The change of plan was proposed at a partners' meeting at
Oswald Hickson, Collier & Co, which, as you know, monitors everything I write and which now argued that it wouldn't be cost effective to send its Mr Alway to Australia to muzzle me - keen though he was to make the move. (The rugger season is about to start down under and Mr Alway has been offered a guest spot as tight-head prop with the Sydney Bay Prawns.)
The point of San Francisco as a location seemed to be that it was the only city outside Europe in which Oswald Hickson, Collier & Co has an office - the advantage being that lawyers on the spot could write my stuff without my even being there.
That made sense. The partners and I scratched our heads but were unable to come up with any San Francisco jokes, at which point I said that this was silly, that I should be let loose in Australia on my own. In a long career, I said, I'd only been sued for libel on three occasions, and each time by Private Eye, or by someone working for it. Furthermore, I said, I'd always lost.

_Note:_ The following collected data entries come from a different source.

import { useId, useState } from 'react';
import { Link } from 'react-router-dom';
import { useCompounds } from '../../api/desk/compounds';
import { useLots, usePresses } from '../../api/desk/lots';
import { useSpecs } from '../../api/desk/specs';
import { DeskLayout } from '../../components/desk/DeskLayout';
import { formatDate } from '../../components/desk/format';
import { QueryState } from '../../components/desk/QueryState';

const VERDICT_BADGE = { pass: 'within', flagged: 'out', pending: 'near' } as const;

function LotReports() {
  const id = useId();
  const [specId, setSpecId] = useState('');
  const [flagged, setFlagged] = useState(false);
  const specs = useSpecs();
  const presses = usePresses();
  const lots = useLots({ specId: specId || undefined, flagged: flagged || undefined, limit: 200 });
  const specName = (sid: string) => specs.data?.find((s) => s.id === sid)?.partNumber ?? '–';
  const pressCode = (pid: string) => presses.data?.find((p) => p.id === pid)?.code ?? '–';
  return (
    <section className="desk-card" aria-label="Lot reports">
      <h3>Lot reports for customers</h3>
      <div className="desk-row desk-row--wrap">
        <div className="desk-field">
          <label htmlFor={`${id}-spec`}>Part</label>
          <select id={`${id}-spec`} value={specId} onChange={(e) => setSpecId(e.target.value)}>
            <option value="">all parts</option>
            {(specs.data ?? []).map((s) => (
              <option key={s.id} value={s.id}>
                {s.partNumber} · {s.name}
              </option>
            ))}
          </select>
        </div>
        <label className="desk-check">
          <input type="checkbox" checked={flagged} onChange={(e) => setFlagged(e.target.checked)} />
          only flagged lots waiting for a disposition
        </label>
      </div>
      <QueryState query={lots} what="the lots">
        {(list) =>
          list.length === 0 ? (
            <p className="desk-muted">No lots match.</p>
          ) : (
            <table className="desk-table" aria-label="Lots">
              <thead>
                <tr>
                  <th scope="col">lot</th>
                  <th scope="col">part</th>
                  <th scope="col">press · cavity</th>
                  <th scope="col">molded</th>
                  <th scope="col" className="num">
                    lot size
                  </th>
                  <th scope="col">verdict</th>
                  <th scope="col">disposition</th>
                  <th scope="col" />
                </tr>
              </thead>
              <tbody>
                {list.map((lot) => (
                  <tr key={lot.id}>
                    <td>{lot.lotNumber}</td>
                    <td>{specName(lot.specId)}</td>
                    <td>
                      {pressCode(lot.pressId)} · {lot.cavity}
                    </td>
                    <td>{formatDate(lot.moldedAt)}</td>
                    <td className="num">{lot.lotSize}</td>
                    <td>
                      <span
                        className={`desk-badge desk-badge--${VERDICT_BADGE[lot.serverVerdict]}`}
                      >
                        {lot.serverVerdict}
                      </span>
                    </td>
                    <td>{lot.dispositionAction ?? '–'}</td>
                    <td>
                      <div className="desk-actions">
                        <Link className="desk-button" to={`/review/${lot.id}/report`}>
                          Report and CSV
                        </Link>
                        <Link className="desk-button" to={`/review/${lot.id}`}>
                          Lot
                        </Link>
                      </div>
                    </td>
                  </tr>
                ))}
              </tbody>
            </table>
          )
        }
      </QueryState>
    </section>
  );
}

function FitReports() {
  const compounds = useCompounds();
  return (
    <section className="desk-card" aria-label="Fit reports">
      <h3>Fit reports</h3>
      <p className="desk-muted">
        The constants in use for each compound, with their fit against the lab data.
      </p>
      <QueryState query={compounds} what="the compounds">
        {(list) => (
          <table className="desk-table" aria-label="Compounds with constants">
            <tbody>
              {list.map((c) => (
                <tr key={c.id}>
                  <td>
                    {c.code} · {c.name}
                  </td>
                  <td>
                    {c.currentFit ? (
                      <Link
                        className="desk-button"
                        to={`/desk/reports/compounds/${c.id}/fits/${c.currentFit.id}`}
                      >
                        Fit report, v{c.currentFit.version}
                      </Link>
                    ) : (
                      <span className="desk-muted">no published constants</span>
                    )}
                  </td>
                  <td>
                    <Link to={`/desk/compounds/${c.id}`}>all versions</Link>
                  </td>
                </tr>
              ))}
            </tbody>
          </table>
        )}
      </QueryState>
    </section>
  );
}

/** Reports that leave the plant: lot reports for customers and compounds' fit reports. */
export default function ReportsPage() {
  return (
    <DeskLayout title="Reports">
      <h1>Reports</h1>
      <LotReports />
      <FitReports />
    </DeskLayout>
  );
}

The partners looked at me with the pained forbearance of someone dealing with an idiot, and this rattled me so much that I attempted a lawyer joke.
''Why in San Francisco,' I said, 'are scientists now using lawyers in their experiments instead of laboratory rats? I'll tell you. There are more of them. Lawyers will do things at which rats draw the line. And lab technicians are less likely to become emotionally involved with lawyers than with rats.'
That didn't go down well, I don't know why, and, deciding to change the subject, I then brought up . . . excuse me while I answer my front door, would you? The fact is, I haven't had a moment's peace since I revealed last week that, while in Ibiza with Isabella, I'd been burgled; further, that my pal Frankie Fraser had promised that all my stuff (and a certain amount of other people's) would be returned.

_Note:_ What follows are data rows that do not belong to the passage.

import { useId } from 'react';
import { useSearchParams } from 'react-router-dom';
import { useMeasurements, usePresses } from '../../api/desk/lots';
import { useSpec, useSpecs } from '../../api/desk/specs';
import { DeskSelect } from '../../components/desk/DeskField';
import { DeskLayout } from '../../components/desk/DeskLayout';
import { QueryState } from '../../components/desk/QueryState';
import { CHARACTERISTICS, type Characteristic } from '../../components/desk/trends/subgroups';
import { TrendCharts } from '../../components/desk/trends/TrendCharts';

const CAVITY_CHOICES = Array.from({ length: 16 }, (_, i) => i + 1);

/** Control charts and capability per characteristic, by part, press and cavity. */
export default function TrendsPage() {
  const id = useId();
  const [params, setParams] = useSearchParams();
  const specId = params.get('spec') ?? undefined;
  const characteristic = (params.get('of') as Characteristic | null) ?? 'load';
  const pressId = params.get('press') ?? undefined;
  const cavity = params.get('cavity') ? Number(params.get('cavity')) : undefined;
  const from = params.get('from') ?? undefined;
  const to = params.get('to') ?? undefined;
  const specs = useSpecs();
  const spec = useSpec(specId);
  const presses = usePresses();
  const measurements = useMeasurements(specId, { pressId, cavity, from, to });

  const set = (key: string, value: string) => {
    const next = new URLSearchParams(params);
    if (value) next.set(key, value);
    else next.delete(key);
    setParams(next, { replace: true });
  };

  const select = (key: string, label: string, value: string, options: [string, string][]) => (
    <DeskSelect label={label} value={value} options={options} onChange={(v) => set(key, v)} />
  );

  return (
    <DeskLayout title="Trends">
      <h1>Trends and capability</h1>
      <div className="desk-grid desk-grid--4">
        {select('spec', 'Part', specId ?? '', [
          ['', 'choose a part'],
          ...(specs.data ?? []).map((s): [string, string] => [s.id, `${s.partNumber} · ${s.name}`]),
        ])}
        {select(
          'of',
          'Characteristic',
          characteristic,
          Object.entries(CHARACTERISTICS).map(([key, c]): [string, string] => [key, c.label]),
        )}
        {select('press', 'Press', pressId ?? '', [
          ['', 'all presses'],
          ...(presses.data ?? []).map((p): [string, string] => [p.id, `${p.code} · ${p.name}`]),
        ])}
        {select('cavity', 'Cavity', cavity ? String(cavity) : '', [
          ['', 'all cavities'],
          ...CAVITY_CHOICES.map((c): [string, string] => [String(c), `cavity ${c}`]),
        ])}
        <div className="desk-field">
          <label htmlFor={`${id}-from`}>molded from</label>
          <input
            id={`${id}-from`}
            type="date"
            value={from ?? ''}
            onChange={(e) => set('from', e.target.value)}
          />
        </div>
        <div className="desk-field">
          <label htmlFor={`${id}-to`}>molded up to</label>
          <input
            id={`${id}-to`}
            type="date"
            value={to ?? ''}
            onChange={(e) => set('to', e.target.value)}
          />
        </div>
      </div>
      {specId ? (
        <QueryState query={measurements} what="the measurements">
          {(rows) => (
            <TrendCharts
              rows={rows}
              characteristic={characteristic}
              revision={spec.data?.currentRevision ?? null}
            />
          )}
        </QueryState>
      ) : (
        <p className="desk-muted">Choose a part to see its charts.</p>
      )}
    </DeskLayout>
  );
}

Well. Frankie has been right about that and no mistake - at least with regard to other people's stuff. Every half hour or so, East End faces and Gorbals hard men pitch up at my front door with an astonishing array of goods, none of which I've seen before. I've now got bullion from the Brinks Mat robbery, a Gauguin or two, Wales's cufflinks, the Squidgy tapes and Sophia Loren's jewels.
I exaggerate, but only slightly. My flat has become an Aladdin's cave (that last delivery was a 46- inch television set from the secure wing at Parkhurst, with a note from Freddie Foreman saying that he hoped this would make up for his not having sent me an Easter card), but the odd thing is that none of my stuff - developments, proposals, correspondence with Mr Alway about a complaint against me to the PCC and, most seriously, the adult material which Abbey From The Eighties is afraid may crop up in a tabloid - has been returned except some jokes of mine which Craig Brown stole 11 years ago.
Clearly, whoever had burgled me was unaware that I was on Frankie Fraser's firm, and, as Mr Fraser himself now put it: 'Who'd be ignorant enough, Button, not to read the Independent or, if they did read it, too simple- minded to understand a clear message contained therein?'
'You puzzle it out, Frankie,' I said. 'I'm trying to think up some San Francisco jokes.'
'Have you mentioned the book?' he said.
'Not yet.'
'Be sensible,' he said. 'Mention it now. Mad Frank, Little, Brown & Co, pounds 15.99 and number two in the charts.'
'Just unpack the crate,' I said. 'Hello - what's this?'
'Stuff from the Knightsbridge safe-deposit box caper,' said Frank, 'and very nice too.'
Where was I? I have it - in the offices of Oswald Hickson, Collier & Co, trying to convince the partners that Root Down Under was more viable (as we say in the world of TV developments) than Root Into San Francisco, and, I may say, succeeding to some degree in this respect.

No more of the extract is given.